Jointly funded by the National Natural Science Foundation of China (40730844) and the Public Welfare Industry Scientific Research Special Fund Project of the Ministry of Land and Resources (200811014-02-02).

Lu Hongfeng, Liao Zhiliang, Chen Fang, Liu Jian, Chen Hong (Guangzhou Marine Geological Survey, Guangzhou 510760) About the first author: Lu Hongfeng (1976—), male, Ph.D., engaged in rock and mineral testing and geochemical research.

E-mail:luhongfeng@hydz.cnAbstract Four gas hydrate drilling cores in the Shenhu area of ??the South China Sea contain a large amount of authigenic pyrite, mainly in the form of long strips, short columns and filled foraminifera.

Pyrite mainly appears in the shallow part of sediments and in hydrate-containing layers, with the content mainly between 20% and 90%. The hydrate layer is the occurrence layer with high pyrite content.

Shallow pyrite is mainly controlled by anoxic oxidation of organic carbon and methane, while pyrite formation in deep hydrate layers is mainly affected by high methane flux.

Keywords: South China Sea gas hydrate authigenic pyrite. In 2007, the Guangzhou Marine Geological Survey carried out the first natural gas hydrate drilling in my country's waters in the Shenhu area of ??the South China Sea. The maximum depth of the core was obtained at 260m. Natural gas was discovered in two of the drill holes, SH2B and SH7B. Hydrate sample.

This paper mainly studies the authigenic pyrite in the SH1B, SH2B, SH5C and SH7B cores of natural gas hydrate drilling, and analyzes the relationship between authigenic pyrite and methane-rich environment.

1. Geological background and sampling location The South China Sea is one of the largest marginal seas in the Western Pacific, located at the intersection of the Eurasian Plate, the Pacific Plate and the Indian Ocean Plate.

Restricted by the mutual motion of the three major plates, the South China Sea has unique edge structural characteristics [1].

In the east, the South China Sea plate subducts eastward along the Manila Trench, forming an imbricated overthrust nappe accretionary wedge. A series of expansion rifting, shearing, and subsidence occur in the north and west, forming large and medium-sized sedimentary basins rich in organic matter.

Set provides the best venue.

The Shenhu Sea Area is located near the Pearl River Mouth Basin, Shenhu Uplift and Jianfeng North Basin on the northern continental slope of the South China Sea.

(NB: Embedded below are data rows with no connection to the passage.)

static int write_image(outdir *od, const sight *s, const pixels *p, dt_err *e) {
  fitsfile *f = NULL;
  int st = fits_new(od, s->file, &f, e);
  if (st != DT_OK) return st;
  int status = 0;
  long naxes[1] = {(long)p->n};
  float *buf = malloc(p->n * sizeof(float));
  if (!buf) {
    fits_close_file(f, &status);
    return dt_err_set(e, DT_ENOMEM, NULL, "out of memory");
  }
  int ivar = s->s.layout == L_IMG_LOG; /* log images carry inverse variance */
  fits_create_img(f, FLOAT_IMG, 1, naxes, &status);
  key_common(f, s, &status);
  fits_write_key_str(f, "BUNIT", FLUX_UNIT, "flux density", &status);
  key_axis(f, s, &status);
  for (size_t i = 0; i < p->n; i++) buf[i] = p->bad[i] ? NAN : (float)p->flux[i];
  fits_write_img(f, TFLOAT, 1, (LONGLONG)p->n, buf, &status);
  fits_create_img(f, FLOAT_IMG, 1, naxes, &status);
  fits_write_key_str(f, "EXTNAME", ivar ? "IVAR" : "ERR",
                     ivar ? "inverse variance of the flux" : "1-sigma uncertainty of the flux",
                     &status);
  fits_write_key_str(f, "BUNIT", ivar ? IVAR_UNIT : FLUX_UNIT, "", &status);
  key_axis(f, s, &status);
  for (size_t i = 0; i < p->n; i++)
    buf[i] = p->bad[i] ? 0.0f : (float)(ivar ? 1.0 / (p->sigma[i] * p->sigma[i]) : p->sigma[i]);
  fits_write_img(f, TFLOAT, 1, (LONGLONG)p->n, buf, &status);
  free(buf);
  int cstatus = 0;
  fits_close_file(f, &cstatus);
  if (status || cstatus) return fits_fail(status ? status : cstatus, s->file, e);
  return DT_OK;
}

static void fill_table_arrays(const pixels *p, float *flux, float *ivar) {
  for (size_t i = 0; i < p->n; i++) {
    flux[i] = (float)(p->bad[i] ? 0.0 : p->flux[i]);
    ivar[i] = p->bad[i] ? 0.0f : (float)(1.0 / (p->sigma[i] * p->sigma[i]));
  }
}
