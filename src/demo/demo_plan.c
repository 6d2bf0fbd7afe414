/* The demo survey: synthetic spectra of an invented scenario.
 *
 * Background quasars and galaxies are seen through the Velloran Pair, a
 * fictional interacting pair of nearby galaxies (systemic velocity
 * DT_DEMO_VSYS heliocentric), by the fictional Silverfen Sightline Survey
 * with its fictional Kestrelle fibre spectrograph.  Nothing here is real data.
 *
 * Each sightline is planned first (kind of background source, file layout,
 * resolving power, S/N, continuum shape, absorption components, defects),
 * all drawn from its own GSL MT19937 stream so that the first N sightlines do
 * not depend on --count.  Then its spectrum is made:
 *     flux = continuum * model + sky residual + noise,
 * where the model is doubletty's own doublet model (dt_model_eval, normalised
 * flux convolved with the Gaussian LSF of resolving power R, finely
 * oversampled), evaluated in a window around the doublet on heliocentric
 * vacuum wavelengths (vsys = 0, component velocities heliocentric), and the
 * noise is Gaussian with a variance that grows with the flux (photon noise of
 * source plus sky).  Files are written through cfitsio (FITS) and stdio
 * (text); no header carries a date, so equal options give equal bytes.
 *
 * The planning tables below are the scenario: which sightline has which
 * layout and which peculiarity.  Beyond the 24 planned slots the pattern
 * repeats with fresh random draws.
 *
 * This file plans the sightlines and makes their pixels; demo_write.c
 * writes them (demo_internal.h holds the types both share). */
#include <gsl/gsl_randist.h>
#include <gsl/gsl_rng.h>
#include <math.h>
#include <stdlib.h>
#include <string.h>

#include "demo_internal.h"
#include "doubletty/airvac.h"
#include "doubletty/frames.h"
#include "doubletty/model.h"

The seafloor topography changes relatively gently, the water depth changes range between 300 and 3500m, and the water depth line is roughly parallel to the coastline.

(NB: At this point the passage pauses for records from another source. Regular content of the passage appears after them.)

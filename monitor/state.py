"""The state store: what expwatch remembers between runs.

Any SQLAlchemy database works (default: a SQLite file beside the config). It
holds the hourly counts already pulled and a watermark per source and
experiment (so a run pulls only recent hours), every run, every finding, the
alert ledger and a lock so two cycles never run on the same state at once.

Schema versions: a ``expwatch_meta`` row holds ``schema_version``; ordered
migrations bring an older store up to date, each in its own transaction. A store
written by a newer expwatch is refused with an explanation rather than guessed
at.

All times are stored as naive UTC and returned as aware UTC datetimes.
"""

from __future__ import annotations

import json
import logging
import os
import socket
import time
import uuid
from collections.abc import Callable, Iterator, Sequence
from contextlib import contextmanager
from datetime import datetime, timedelta, timezone
from typing import Any

import pandas as pd
import sqlalchemy as sa
from sqlalchemy.engine import Connection, Engine
from sqlalchemy.exc import ArgumentError, IntegrityError, NoSuchModuleError, SQLAlchemyError

from monitor.errors import ConfigError, StateError
from monitor.warehouse import safe_url

__all__ = ["SCHEMA_VERSION", "StateStore", "LockHeld", "prune"]

log = logging.getLogger("monitor")


class UTCDateTime(sa.types.TypeDecorator[datetime]):
    """Naive UTC in the database, aware UTC in Python."""

    impl = sa.DateTime
    cache_ok = True

    def process_bind_param(self, value: datetime | None, dialect: sa.Dialect) -> datetime | None:
        if value is None:
            return None
        if value.tzinfo is None:
            raise ValueError("naive datetime given to the state store; expected an aware datetime")
        return value.astimezone(timezone.utc).replace(tzinfo=None)

    def process_result_value(self, value: Any, dialect: sa.Dialect) -> datetime | None:
        if value is None:
            return None
        if isinstance(value, str):
            value = datetime.fromisoformat(value)
        return value.replace(tzinfo=timezone.utc) if value.tzinfo is None else value.astimezone(timezone.utc)


metadata = sa.MetaData()

meta = sa.Table(
    "expwatch_meta", metadata,
    sa.Column("key", sa.String(64), primary_key=True),
    sa.Column("value", sa.String(256), nullable=False),
)
runs = sa.Table(
    "expwatch_runs", metadata,
    sa.Column("run_id", sa.String(36), primary_key=True),
    sa.Column("started_at", UTCDateTime, nullable=False),
    sa.Column("finished_at", UTCDateTime),
    sa.Column("as_of", UTCDateTime, nullable=False),
    sa.Column("outcome", sa.String(16), nullable=False),
    sa.Column("detail", sa.Text),
)
counts = sa.Table(
    "expwatch_hourly_counts", metadata,
    sa.Column("id", sa.Integer, primary_key=True, autoincrement=True),
    sa.Column("source", sa.String(128), nullable=False),
    sa.Column("experiment", sa.String(512), nullable=False),
    sa.Column("variant", sa.String(512)),
    sa.Column("hour", UTCDateTime, nullable=False),
    sa.Column("segment", sa.Text, nullable=False),
    sa.Column("units", sa.BigInteger, nullable=False),
    sa.Column("leaked", sa.BigInteger, nullable=False),
    sa.Index("ix_expwatch_counts_key", "source", "experiment", "hour"),
)
watermarks = sa.Table(
    "expwatch_watermarks", metadata,
    sa.Column("source", sa.String(128), primary_key=True),
    sa.Column("experiment", sa.String(512), primary_key=True),
    sa.Column("pulled_to", UTCDateTime, nullable=False),
)
findings = sa.Table(
    "expwatch_findings", metadata,
    sa.Column("id", sa.Integer, primary_key=True, autoincrement=True),
    sa.Column("run_id", sa.String(36), nullable=False, index=True),
    sa.Column("as_of", UTCDateTime, nullable=False),
    sa.Column("key", sa.String(1024), nullable=False),
    sa.Column("experiment", sa.String(512), nullable=False),
    sa.Column("check_name", sa.String(64), nullable=False),
    sa.Column("scope", sa.String(256), nullable=False),
    sa.Column("phase", sa.Integer),
    sa.Column("status", sa.String(8), nullable=False),
    sa.Column("severity", sa.Integer, nullable=False),
    sa.Column("summary", sa.Text, nullable=False),
    sa.Column("statistics", sa.Text, nullable=False),
)
alerts = sa.Table(
    "expwatch_alerts", metadata,
    sa.Column("id", sa.Integer, primary_key=True, autoincrement=True),
    sa.Column("key", sa.String(1024), nullable=False, index=True),
    sa.Column("experiment", sa.String(512), nullable=False),
    sa.Column("check_name", sa.String(64), nullable=False),
    sa.Column("scope", sa.String(256), nullable=False),
    sa.Column("state", sa.String(16), nullable=False),
    sa.Column("severity", sa.Integer, nullable=False),
    sa.Column("max_severity", sa.Integer, nullable=False),
    sa.Column("summary", sa.Text, nullable=False),
    sa.Column("opened_at", UTCDateTime, nullable=False),
    sa.Column("updated_at", UTCDateTime, nullable=False),
    sa.Column("resolved_at", UTCDateTime),
    sa.Column("opened_run", sa.String(36), nullable=False),
    sa.Column("last_run", sa.String(36), nullable=False),
)
alert_events = sa.Table(
    "expwatch_alert_events", metadata,
    sa.Column("id", sa.Integer, primary_key=True, autoincrement=True),
    sa.Column("alert_id", sa.Integer, nullable=False, index=True),
    sa.Column("run_id", sa.String(36), nullable=False),
    sa.Column("at", UTCDateTime, nullable=False),
    sa.Column("event", sa.String(16), nullable=False),
    sa.Column("severity", sa.Integer, nullable=False),
    sa.Column("summary", sa.Text, nullable=False),
)
locks = sa.Table(
    "expwatch_locks", metadata,
    sa.Column("name", sa.String(64), primary_key=True),
    sa.Column("owner", sa.String(64), nullable=False),
    sa.Column("host", sa.String(256), nullable=False),
    sa.Column("pid", sa.Integer, nullable=False),
    sa.Column("acquired_at", UTCDateTime, nullable=False),
    sa.Column("expires_at", UTCDateTime, nullable=False),
)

The terrain slopes from northwest to southeast, with an average slope drop of 13.6‰ and an average slope angle of 7°40′.

In the northwest of the sea area and near the continental shelf turning zone and the upper continental slope, the seafloor topography and slope change greatly. To the southeast, the water depth increases slowly and the topography changes more gently.

The water depth in the Shenhu hydrate drilling area is between 1000 and 1500m (Figure 1). The SH1B station has a water depth of 1264m and a hole depth of 261m; the SH2B station has a water depth of 1230m and a hole depth of 238m; the SH5C station has a water depth of 1264m and a hole depth of 175m; the SH7B station

The water depth is 1108m and the hole depth is 194m.

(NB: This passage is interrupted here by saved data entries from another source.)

def test_kubernetes_manifest_validates_against_the_api_schema():
    import kubernetes_validate

    version = kubernetes_validate.latest_version()
    docs = [d for d in yaml.safe_load_all((DEPLOY / "kubernetes-cronjob.yaml").read_text()) if d]
    for doc in docs:
        kubernetes_validate.validate(doc, version, strict=True)
    cronjob = next(d for d in docs if d["kind"] == "CronJob")
    pod = cronjob["spec"]["jobTemplate"]["spec"]["template"]["spec"]
    assert pod["securityContext"]["seccompProfile"] == {"type": "RuntimeDefault"}
    # the validator does reject what the API server would: a misspelt field, a wrong type
    bad = yaml.safe_load(yaml.safe_dump(cronjob))
    bad["spec"]["jobTemplate"]["spec"]["template"]["spec"]["securityContext"]["seccompprofile"] = {"type": "RuntimeDefault"}
    with pytest.raises(kubernetes_validate.ValidationError):
        kubernetes_validate.validate(bad, version, strict=True)
    bad = yaml.safe_load(yaml.safe_dump(cronjob))
    bad["spec"]["concurrencyPolicy"] = 1
    with pytest.raises(kubernetes_validate.ValidationError):
        kubernetes_validate.validate(bad, version, strict=True)


def test_dockerfile_is_multi_stage_and_non_root():
    text = (DEPLOY / "Dockerfile").read_text()
    args = dict(re.findall(r"^ARG\s+(\w+)=(\S+)", text, re.M))
    froms = [(re.sub(r"\$\{(\w+)\}", lambda m: args[m.group(1)], image), stage)
             for image, stage in re.findall(r"^FROM\s+(\S+)(?:\s+AS\s+(\S+))?", text, re.M | re.I)]
    assert len(froms) >= 2 and froms[0][1].lower() == "build"
    for image, _ in froms:  # an exact release (python:3.11.13-slim-bookworm) or a digest, never a moving tag
        assert re.fullmatch(r"python:\d+\.\d+\.\d+-slim-[a-z]+(@sha256:[0-9a-f]{64})?|python@sha256:[0-9a-f]{64}", image), image
    assert "--constraint constraints.txt" in text and (DEPLOY / "constraints.txt").is_file()
    final = text[text.rindex("\nFROM"):]
    assert re.search(r"^COPY --from=build ", final, re.M)
    assert "build-essential" not in final and "apt-get install" not in final  # no build tools in the final image
    users = re.findall(r"^USER\s+(\S+)", final, re.M)
    assert users and users[-1].split(":")[0] not in ("root", "0")
    cmd = re.search(r"^CMD\s+(\[.*\])", final, re.M).group(1)
    _parses(yaml.safe_load(cmd))
    health = re.search(r"^HEALTHCHECK\s.*?CMD\s+(\[[^]]*\])", final, re.M | re.S).group(1)
    argv = yaml.safe_load(health)
    assert argv[0] == "expwatch" and "--max-age" in argv
    _parses(argv[1:])


def test_constraints_pin_every_runtime_dependency():
    """deploy/constraints.txt pins an exact version of each dependency the image installs."""
    import tomllib

    pins = {}
    for ln in (DEPLOY / "constraints.txt").read_text().splitlines():
        if ln.strip() and not ln.startswith("#"):
            name, sep, version = ln.partition("==")
            assert sep and version, ln
            pins[re.sub(r"[-_.]+", "-", name).lower()] = version
    project = tomllib.loads((DEPLOY.parent / "pyproject.toml").read_text())["project"]
    wanted = project["dependencies"] + project["optional-dependencies"]["postgres"] + project["optional-dependencies"]["charts"]
    for req in wanted:
        name = re.sub(r"[-_.]+", "-", re.match(r"[A-Za-z0-9_.-]+", req).group(0)).lower()
        assert name in pins, name


def test_host_setup_creates_what_the_units_and_the_crontab_use():
    """deploy/README.md's host setup (tried by hand, docs/deploy-tested.md) creates every
    directory the units may write and the virtual environment whose expwatch they start."""
    readme = (DEPLOY / "README.md").read_text(encoding="utf-8")
    setup = readme.split("## Host setup", 1)[1].split("```bash", 1)[1].split("```", 1)[0]
    created = set(re.findall(r"install -d .*?(/\S+)$", setup, re.M))
    venv = re.search(r"-m venv (\S+)", setup).group(1)
    assert re.search(rf"{re.escape(venv)}/bin/pip install", setup) and "charts" in setup  # digest --send needs charts
    for unit in SERVICES:
        text = (DEPLOY / unit).read_text(encoding="utf-8")
        (writable,) = re.findall(r"^ReadWritePaths=(.*)$", text, re.M)
        assert set(writable.split()) <= created, unit
        assert re.search(r"^ExecStart=(\S+)", text, re.M).group(1) == f"{venv}/bin/expwatch", unit
        assert re.search(r"^WorkingDirectory=(\S+)", text, re.M).group(1) in created, unit
    cron = (DEPLOY / "crontab.example").read_text(encoding="utf-8")
    assert set(re.findall(r"(/\S+)/bin/expwatch", cron)) == {venv}
    assert {str(Path(p).parent) for p in re.findall(r"(/var/lib/\S+?)(?:[;\s]|$)", cron)} <= created
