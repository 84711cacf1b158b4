/**
 * `check --junit PATH`: the run as JUnit XML (the `testsuites` / `testsuite` / `testcase` / `failure`
 * layout CI servers read). One test suite a file; each `expect` line is a test case that fails with the
 * finding's message (which states the measured value); every other error is a failing test case too. A
 * file with neither is one passing case, so every checked file shows up.
 *
 * Text is escaped twice: first as everything the command line prints (escape.ts: controls, line breaks
 * and bidirectional controls become `\n`, `\xHH`, `\uHHHH`), which also removes the C0 controls XML 1.0
 * forbids; then for XML (`&`, `<`, `>`, `"`, `'`), with lone surrogates and U+FFFE/U+FFFF, also
 * forbidden in XML 1.0, written as `\uHHHH`.
 */
import { escapeText } from './escape';
import type { FileRecord } from './records';
import type { LocatedDiagnostic } from './render';

const XML_ENTITY: Record<string, string> = { '&': '&amp;', '<': '&lt;', '>': '&gt;', '"': '&quot;', "'": '&apos;' };
const NOT_XML = /[\ud800-\udbff](?![\udc00-\udfff])|(?<![\ud800-\udbff])[\udc00-\udfff]|[\ufffe\uffff]/g;

/** `s` made safe for an XML 1.0 attribute or text node. */
export function escapeXml(s: string): string {
  return escapeText(s)
    .replace(NOT_XML, (c) => `\\u${c.charCodeAt(0).toString(16).toUpperCase().padStart(4, '0')}`)
    .replace(/[&<>"']/g, (c) => XML_ENTITY[c]!);
}

interface Case {
  name: string;
  line: number;
  failure: LocatedDiagnostic | null;
}

function casesOf(r: FileRecord): Case[] {
  const cases: Case[] = r.expects.map((x) => ({ name: `line ${x.line}: ${x.text}`, line: x.line, failure: x.failure }));
  const counted = new Set(r.expects.map((x) => x.failure).filter((f) => f !== null));
  for (const d of r.findings) {
    if (d.severity !== 'error' || counted.has(d)) continue;
    cases.push({ name: `line ${d.line}: error[${d.code}]`, line: d.line, failure: d });
  }
  if (cases.length === 0) cases.push({ name: 'analysis without errors', line: 1, failure: null });
  return cases;
}

function attrs(pairs: Record<string, string | number>): string {
  return Object.entries(pairs).map(([k, v]) => ` ${k}="${escapeXml(String(v))}"`).join('');
}

function renderCase(file: string, c: Case): string {
  const head = `    <testcase${attrs({ name: c.name, classname: file, file, line: c.line })}`;
  if (c.failure === null) return head + '/>';
  const d = c.failure;
  const body = escapeXml(`${file}:${d.line}:${d.column}: ${d.severity}[${d.code}]: ${d.message}`);
  return `${head}>\n      <failure${attrs({ message: d.message, type: d.code })}>${body}</failure>\n    </testcase>`;
}

/** The JUnit XML text of one `check` run. */
export function renderJunit(records: readonly FileRecord[]): string {
  const out: string[] = ['<?xml version="1.0" encoding="UTF-8"?>'];
  const suites = records.map((r) => ({ file: r.file, cases: casesOf(r) }));
  const count = (cs: Case[]): number => cs.filter((c) => c.failure !== null).length;
  const tests = suites.reduce((n, s) => n + s.cases.length, 0);
  const failures = suites.reduce((n, s) => n + count(s.cases), 0);
  out.push(`<testsuites${attrs({ name: 'eigenspan check', tests, failures, errors: 0 })}>`);
  for (const s of suites) {
    out.push(`  <testsuite${attrs({ name: s.file, tests: s.cases.length, failures: count(s.cases), errors: 0, skipped: 0 })}>`);
    for (const c of s.cases) out.push(renderCase(s.file, c));
    out.push('  </testsuite>');
  }
  out.push('</testsuites>');
  return out.join('\n') + '\n';
}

Among them, natural gas hydrates were found in layers around 200m and 160m at SH2B and SH7B stations respectively.

Fig.1 Location of gas-hydrate drilling, South China Sea2 Sample processing and analysis methods This paper uses the method of sediment clastic mineral identification to analyze the pyrite content of each core.

After returning from the voyage survey, the samples were stored in a freezer below 4°C to avoid the formation of late-stage pyrite from the degradation of organic matter in the core at higher temperatures.

Samples were taken from the top of the core at intervals of 20 cm or 25 cm. The sediment core was divided into many equal parts, each with a dry weight of 7.00 g, and then each sample was placed on a sieve with a particle size of 0.063 mm.

Use distilled water to clean the clay and other components, and the remaining debris (minerals and organisms) are used to identify the pyrite content.

Pyrite identification uses a LEICA MZ8 solid microscope, which has a maximum magnification of 120 times.

The analysis process mainly includes: placing each sample in the field of view of the solid microscope at a suitable magnification, carefully picking out the individual pyrites in the detrital minerals, then weighing them under an analytical balance, and finally depositing them.

The results of the pyrite content in the material are expressed as the weight percentage of the analyzed debris, which can clearly show the content changes of pyrite in the debris part after pretreatment.

The organic carbon content was analyzed using the potassium dichromate oxidation-reduction capacity method.

The principle of this method: Add a certain amount of standard potassium dichromate to concentrated sulfuric acid medium to oxidize the organic carbon in the sample into carbon dioxide under heating conditions.